→ **Requirement**: Scan the listing and work out how many lines contain the word "loaded". Nothing but the number should be given.

*** Supplied material Section Begins ***

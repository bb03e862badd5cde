"""The spelling index of the ligand catalogue: longest match, hapticity readings, and the load-time
checks on spellings that entries share (one ligand at two hapticities, one of them the default)."""

from __future__ import annotations

import pytest

from enumerator.errors import InputError, RuleError
from enumerator.parse.condensed import parse_condensed
from enumerator.rules.ligands import all_spellings, find_ligand, load_ligands, spelling_index
from enumerator.rules.ruleset import load_rules

RS = load_rules()
INDEX = spelling_index(RS)
BARE = sorted(INDEX.bare, key=lambda s: (-len(s), s))


def _brute_longest(text, start, end):
    """The old parser's scan: every spelling, longest first (the behaviour the index must keep)."""
    for s in BARE:
        if start + len(s) <= end and text.startswith(s, start):
            return start + len(s)
    return start


def test_index_matches_the_scan_on_every_spelling():
    # each spelling alone, followed by each character that ends or continues a formula
    for s in INDEX.bare:
        for tail in ("", "2", "(", "Cl", "Me", "x", "*", ")"):
            text = s + tail
            for start in range(len(text)):
                assert INDEX.longest(text, start, len(text)) == _brute_longest(text, start, len(text)), (text, start)


def test_index_respects_the_end():
    text = "NH3)"
    assert INDEX.longest(text, 0, 2) == _brute_longest(text, 0, 2) == 1  # 'NH3' is cut: nitrido 'N'
    assert INDEX.longest(text, 0, 3) == 3


def test_prefix_only_spellings_need_their_prefix():
    # 'H2' stands for dihydrogen only as η2-H2 (common practice writes it so), so RuH2 keeps two hydrides
    assert INDEX.longest("H2", 0, 2) == 1  # bare: the hydride 'H'
    assert INDEX.longest("H2", 0, 2, prefixed=True) == 2
    assert INDEX.resolve("H2", 2) == "dihydrogen" and INDEX.resolve("H2", None) is None
    assert "H2" not in all_spellings(RS) and all_spellings(RS)["η2-H2"] == "dihydrogen"


@pytest.mark.parametrize(
    "text, name",
    [
        ("C3H5", "allyl"),
        ("allyl", "allyl"),
        ("η3-C3H5", "allyl"),
        ("η1-C3H5", "eta1-allyl"),
        ("eta1-allyl", "eta1-allyl"),
        ("C8H8", "cot"),
        ("η8-cot", "cot"),
        ("η4-C8H8", "eta4-cot"),
        ("h4-COT", "eta4-cot"),
        ("η2-H2", "dihydrogen"),
        ("eta2-H2", "dihydrogen"),
        ("dihydrogen", "dihydrogen"),
        ("η5-Cp", "Cp"),
    ],
)
def test_find_ligand_reads_the_hapticity(text, name):
    assert find_ligand(RS, text).name == name


@pytest.mark.parametrize(
    "text, words",
    [
        ("η6-cot", "η6-cot is not in the catalogue (cot is catalogued as η8 (cot), η4 (eta4-cot))"),
        ("H2", None),  # not a spelling without its prefix: an unknown ligand with the nearest names
        ("η3-Cp", "η3-Cp is not in the catalogue (Cp is catalogued as η5 (Cp))"),
    ],
)
def test_find_ligand_refusals(text, words):
    with pytest.raises(InputError) as exc:
        find_ligand(RS, text)
    if words:
        assert words in exc.value.line()


def test_shared_spellings_map_to_the_default():
    spell = all_spellings(RS)
    assert spell["C3H5"] == spell["allyl"] == "allyl" and spell["C8H8"] == spell["COT"] == "cot"


# ---------------------------------------------------------------- load-time checks on user files

ETA6_COT = """
[[ligand]]
name = "eta6-cot"
aliases = ["cot", "C8H8"]
label = "eta6-cyclooctatetraene"
smiles = "[CH:1]1=[CH:2][CH:3]=[CH:4][CH:5]=[CH:6]C=C1"
donors = ["C", "C", "C"]
denticity = 3
hapticity = 6
charge = 0
electrons_covalent = 6
electrons_ionic = 6
"""


def _user(tmp_path, body):
    (tmp_path / "ligands.toml").write_text(body, encoding="utf-8")
    return load_rules([tmp_path])


def test_a_user_entry_adds_a_hapticity(tmp_path):
    # (η6-C8H8)Cr(CO)3: cot as a triene on three sites, Cr(0) d6 + 6 + 6 = 18 (from memory)
    rs = _user(tmp_path, ETA6_COT)
    c = parse_condensed("[Cr(CO)3(η6-C8H8)]", rs)
    assert [(k.name, n) for k, n in c.parts] == [("CO", 3), ("eta6-cot", 1)]
    assert [(k.name, n) for k, n in parse_condensed("[U(C8H8)2]", rs).parts] == [("cot", 2)]  # default kept


@pytest.mark.parametrize(
    "change, words",
    [
        # a second default among the entries that share 'cot'
        (("charge = 0", "charge = 0\nhapto_default = true"), "2 of them carry hapto_default"),
        # a spelling shared with a different molecule
        (('aliases = ["cot", "C8H8"]', 'aliases = ["cot", "C8H8", "C4H6"]'), "a different molecule"),
        # a prefix that contradicts the entry's own hapticity
        (('aliases = ["cot", "C8H8"]', 'aliases = ["cot", "η4-C8H8"]'), "says η4 but the ligand binds through 6"),
        # hapto_default must be true or false
        (("charge = 0", 'charge = 0\nhapto_default = "yes"'), "'hapto_default' must be true or false"),
    ],
)
def test_shared_spelling_errors(tmp_path, change, words):
    with pytest.raises(RuleError) as exc:
        load_ligands(_user(tmp_path, ETA6_COT.replace(*change)))
    assert words in exc.value.line() and "ligands.toml" in exc.value.line()


def test_same_spelling_at_the_same_hapticity_is_refused(tmp_path):
    # a second eta4 entry spelled C8H8: the built-in eta4-cot already is
    body = (
        '[[ligand]]\nname = "cot-diene"\naliases = ["C8H8"]\nlabel = "x"\n'
        'smiles = "[CH:1]1=[CH:2][CH:3]=[CH:4]C=CC=C1"\ndonors = ["C", "C"]\ndenticity = 2\nhapticity = 4\n'
        "charge = 0\nelectrons_covalent = 4\nelectrons_ionic = 4\n"
    )
    with pytest.raises(RuleError) as exc:
        load_ligands(_user(tmp_path, body))
    assert "spelling 'C8H8' is already the name or an alias of" in exc.value.line()
    assert "binds through as many atoms (4)" in exc.value.line()


def test_default_on_an_unshared_entry_is_refused(tmp_path):
    body = ETA6_COT.replace('aliases = ["cot", "C8H8"]', 'aliases = ["C8H8x"]').replace(
        "charge = 0", "charge = 0\nhapto_default = true"
    )
    with pytest.raises(RuleError) as exc:
        load_ligands(_user(tmp_path, body))
    assert "shares no spelling" in exc.value.line()


def test_shared_spelling_without_a_default_is_refused(tmp_path):
    # a user file replacing the built-in allyl by an entry without hapto_default leaves C3H5 two-way
    body = """
[[ligand]]
name = "allyl"
aliases = ["C3H5"]
label = "eta3-allyl"
smiles = "[CH2-:1][CH:2]=[CH2:3]"
donors = ["C", "C"]
denticity = 2
hapticity = 3
charge = -1
electrons_covalent = 3
electrons_ionic = 4
"""
    with pytest.raises(RuleError) as exc:
        load_ligands(_user(tmp_path, body))
    assert "0 of them carry hapto_default" in exc.value.line()


def test_alias_clash_names_both_entries(tmp_path):
    body = (
        '[[ligand]]\nname = "Zq"\naliases = ["CO"]\nlabel = "x"\nsmiles = "[Cl-:1]"\ndonors = ["Cl"]\n'
        "denticity = 1\ncharge = -1\nelectrons_covalent = 1\nelectrons_ionic = 2\n"
    )
    with pytest.raises(RuleError) as exc:
        load_ligands(_user(tmp_path, body))
    assert "spelling 'CO' is already the name or an alias of 'CO'" in exc.value.line() and "(Zq)" in exc.value.line()
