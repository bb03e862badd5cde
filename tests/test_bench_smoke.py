"""The benchmarks under tests/benchmarks still run, and what they rely on holds.

No timing is asserted: timings are figures for the README, never pass/fail.
"""

from __future__ import annotations

import json
import pathlib
import subprocess
import sys

from support.libraries import abstract_library, condensed_library, distinct_patterns
from support.oracles import naive_isomers

ROOT = pathlib.Path(__file__).resolve().parent.parent


def test_naive_enumerator_agrees_with_the_textbook_on_mabcdef():
    # Mabcdef on OC-6: 15 geometric / 30 stereoisomers (Miessler & Tarr, Inorganic Chemistry; from memory)
    got = naive_isomers("Mabcdef", "OC-6")
    assert (got["geometric_isomers"], got["stereoisomers"]) == (15, 30)
    assert set(got["point_groups"]) == {"C1"}  # six different ligands: no symmetry left (common practice)


def test_libraries_have_the_requested_size_and_repeat_patterns():
    lib = abstract_library(3000, distinct=50)
    assert len(lib) == 3000 and distinct_patterns(lib) <= 50
    assert len(condensed_library(100)) == 100


def test_help_imports_no_heavy_library():
    # `isosieve --help` must start fast: the commands and their libraries load on first use
    trace = subprocess.run(
        [sys.executable, "-X", "importtime", "-m", "enumerator", "--help"],
        capture_output=True,
        text=True,
        check=True,
        cwd=ROOT,
    ).stderr
    loaded = {line.rsplit("|", 1)[1].strip().split(".")[0] for line in trace.splitlines() if "|" in line}
    assert not loaded & {"rdkit", "matplotlib", "networkx", "numpy", "scipy", "pymatgen", "phonopy"}


def test_one_benchmark_group_runs_on_request(tmp_path):
    out = tmp_path / "bench.json"
    subprocess.run(
        [
            sys.executable,
            "-m",
            "pytest",
            "tests/benchmarks",
            "--benchmark-only",
            "-k",
            "OC-6 and Mabcdef",
            f"--benchmark-json={out}",
            "-p",
            "no:cacheprovider",
            "-o",
            "addopts=",
            "-q",
        ],
        capture_output=True,
        text=True,
        timeout=300,
        check=True,
        cwd=ROOT,
    )
    runs = json.loads(out.read_text())["benchmarks"]
    assert {b["group"] for b in runs} == {"OC-6 Mabcdef"}
    by_name = {b["name"].split("[")[0]: b for b in runs}
    enum, naive = by_name["test_enumeration"], by_name["test_naive_enumerator"]
    assert enum["extra_info"]["peak_rss_mb"] > 0 and enum["extra_info"]["first_run_median_s"] > 0
    assert naive["extra_info"]["ratio_to_warm"] > 0 and naive["extra_info"]["ratio_to_first_run"] > 0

*** Supplied material Section Ends ***

→ **Written response**: 2